Re: Compliant Tailoring of Normalisation for the Unicode Collation Algorithm

From: Richard Wordingham <richard.wordingham_at_ntlworld.com>
Date: Thu, 17 May 2012 21:02:46 +0100

On Wed, 16 May 2012 16:03:08 -0700
Markus Scherer <markus.icu_at_gmail.com> wrote:

> The problem is a contraction x+0F72 and input text x+0F73 where the
> inner 0F71 should be skipped.
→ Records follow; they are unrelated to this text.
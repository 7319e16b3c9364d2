"""``fieldlog report SITE --day DATE``: the printable daily report of one day.

80 columns of plain text on stdout, the same bytes every time for the same log; redirect it to
a file to print or mail it. Log problems also go to stderr so they are not missed.
"""

from __future__ import annotations

import argparse
import sys

from fieldlog.commands.arguments import iso_date
from fieldlog.commands.log_warnings import warn_log_problems
from fieldlog.reports.daily_report import render_daily_report
from fieldlog.workspace import load_state


def add_parser(sub: argparse._SubParsersAction) -> None:
    """Register ``fieldlog report``."""
    p = sub.add_parser(
        "report",
        help="the printable daily report of one day",
        description=__doc__.splitlines()[0].split(": ", 1)[1],
    )
    p.add_argument("site", help="the site folder")
    p.add_argument(
        "--day",
        type=iso_date,
        metavar="DATE",
        required=True,
        help="the day to report (its end is the status date)",
    )
    p.set_defaults(run=run)


def run(args: argparse.Namespace) -> int:
    """Print the report on stdout; log problems are repeated on stderr."""
    state = load_state(args.site, args.day)
    sys.stdout.write(render_daily_report(state, args.day))
    return warn_log_problems((p.message for p in state.replay.problems), args.site)
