"""The full way of ``fieldlog verify``: read, check and replay the log, audit the receipts.

What it prints is described in :mod:`fieldlog.commands.verify`; the report is returned
line by line too, so that :mod:`fieldlog.commands.verify_cache` can keep it.
"""

from __future__ import annotations

from collections.abc import Callable
from dataclasses import replace
from datetime import date
from pathlib import Path

from fieldlog.commands.verify_cache import Report
from fieldlog.errors import SiteError
from fieldlog.home import fieldlog_home
from fieldlog.journal import Journal, read_journal, replay
from fieldlog.journal.own_memory import missing_or_changed, recall
from fieldlog.journal.verify import integrity_findings
from fieldlog.reports.words import count
from fieldlog.site.files import load_site
from fieldlog.sync.audit import (
    Audit,
    audit,
    known_device,
    known_devices,
    office_receipts,
    own_receipts,
    unknown_devices,
)
from fieldlog.sync.conflicts import list_conflicts
from fieldlog.sync.holdings import holdings_of
from fieldlog.sync.receipt_files import read_folder
from fieldlog.sync.receipts import RECEIPTS_DIR


def make_report(site_arg: str, office: str | None) -> Report:
    """Print the findings and contradictions on stdout as they are found (so what was found
    is shown even when a later step fails) and return them, line by line; exit code 1
    when there are any.

    Raises:
        FieldlogError: the site or its log cannot be read (never kept).
    """
    out: list[str] = []

    def say(line: object) -> None:
        out.append(str(line))
        print(out[-1])

    journal = read_journal(site_arg)
    findings = integrity_findings(journal)
    for f in findings:
        say(f)
    site = load_site(site_arg)
    rp = replay(site, journal, date.max)
    contradictions = [p for p in rp.problems if not p.integrity]
    if contradictions:
        say("Contradictions in the log (record a correction to settle each):")
        for p in contradictions:
            say(f"  {p.message}")
    conflicts = list_conflicts(site_arg)
    if conflicts:
        say("Sync conflicts (two versions of one journal file are kept side by side):")
        for c in conflicts:
            say(f"  {c.describe()}")
    receipts = receipts_check(Path(site_arg), journal, office)
    receipt_lines = receipts.lines()
    if receipt_lines:
        say("Against the office receipts (what both sides held at a sync):")
        for line in receipt_lines:
            say(f"  {line}")
    own = own_memory_check(Path(site_arg), journal, say)
    for record in journal.devices.values():
        say(
            f"device {record.device}: {record.author}, key registered {record.registered}, "
            f"signs from entry {record.signed_from}"
        )
    n_entries = len(journal.entries)
    if findings or own or contradictions or conflicts or receipt_lines:
        forged = (
            f", {count(journal.forged, 'forged entry', 'forged entries')} not used"
            if journal.forged
            else ""
        )
        say(
            f"{len(findings) + own} integrity finding(s), {len(contradictions)} contradiction(s), "
            f"{len(conflicts)} sync conflict(s), {len(receipt_lines)} receipt finding(s) in "
            f"{len(journal.files)} file(s), {n_entries} entries used{forged}"
        )
        return Report(tuple(out), 1)
    if journal.unsigned:
        say(
            f"{journal.unsigned} of {n_entries} entries are unsigned: written before this "
            "site's devices signed their entries, so only the hash chain vouches for them"
        )
        say(
            f"unsigned, chain intact: {len(journal.files)} file(s), {n_entries} entries, "
            f"{journal.signed} signed, {journal.unsigned} unsigned, chains unbroken, "
            "no contradictions"
        )
        _unvouched(receipts, n_entries, say)
        return Report(tuple(out), 0)
    say(
        f"log intact: {len(journal.files)} file(s), {n_entries} entries, every one signed "
        "by its device's registered key, chains unbroken, no contradictions"
    )
    _unvouched(receipts, n_entries, say)
    return Report(tuple(out), 0)


def _unvouched(receipts: Audit, n_entries: int, say: Callable[[str], None]) -> None:
    """Say so when no receipt vouches for the log's end. Found: a deleted newest day file
    (or entries cut from the end of one) left a log that read "intact" with no word more; a
    hash chain cannot show it, only a receipt of what the office held can."""
    if receipts.receipts == 0 and n_entries:
        say(
            "not yet vouched for: this site has no office receipt, so entries removed from "
            "the end of a device's log (a deleted newest day file) cannot be seen until "
            "the first 'fieldlog sync'"
        )


def own_memory_check(site: Path, journal: Journal, say: Callable[[str], None]) -> int:
    """The log against this device's memory of its last entry here (:mod:`fieldlog.journal.
    own_memory`): says the finding, or why the memory is set aside; 1 for a finding."""
    memory, aside = recall(fieldlog_home(), site)
    if aside is not None:
        say(aside)
    found = missing_or_changed(memory, {e.id: e for e in journal.entries}) if memory else None
    if found is not None:
        say(found)
    return int(found is not None)


def receipts_check(site: Path, journal: Journal, office: str | None) -> Audit:
    """The log against this device's receipts, and against the office's when asked.

    Raises:
        SiteError: ``office`` is not a folder.
    """
    home = fieldlog_home()
    this = known_device(home)
    mine = own_receipts(site, home)
    groups = [mine]
    known = known_devices(mine.of())
    if office is not None:
        folder = Path(office)
        if not folder.is_dir():
            raise SiteError(
                "the office folder does not exist",
                file=folder,
                fix="give the folder 'fieldlog sync' writes to for this site",
            )
        devices = {d for d, _ in mine.files} | ({this} if this else set())
        groups.append(office_receipts(folder, devices, mine))
        there = read_folder(folder / RECEIPTS_DIR, RECEIPTS_DIR)
        known = known_devices(f for d, f in there.files if f.label == f"{RECEIPTS_DIR}/{d}.toml")
    result = audit(holdings_of(journal), groups)
    return replace(result, unknown=tuple(unknown_devices(site, known, this)))
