"""`fieldlog sync`: not built yet."""

from __future__ import annotations

import argparse
import sys


def add_parser(sub: argparse._SubParsersAction) -> None:
    """Register `fieldlog sync`."""
    p = sub.add_parser("sync", help="(not built yet)")
    p.add_argument("rest", nargs="*")
    p.set_defaults(run=run)


def run(args: argparse.Namespace) -> int:
    """Not built yet."""
    print("fieldlog: 'sync' is not built yet", file=sys.stderr)
    return 2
We can avoid this by adding a
> contraction for x+0F73 (and one for the equivalent x+0F71+0F72).
>
> On the other hand, x+0F73 (together with x+0F71+0F72) is harmless, it
> does not match the second half of anything else. Separately, we
> should have the prefix contraction x+0F71 so that discontiguous
> contractions match as expected, but we don't need x+0F72.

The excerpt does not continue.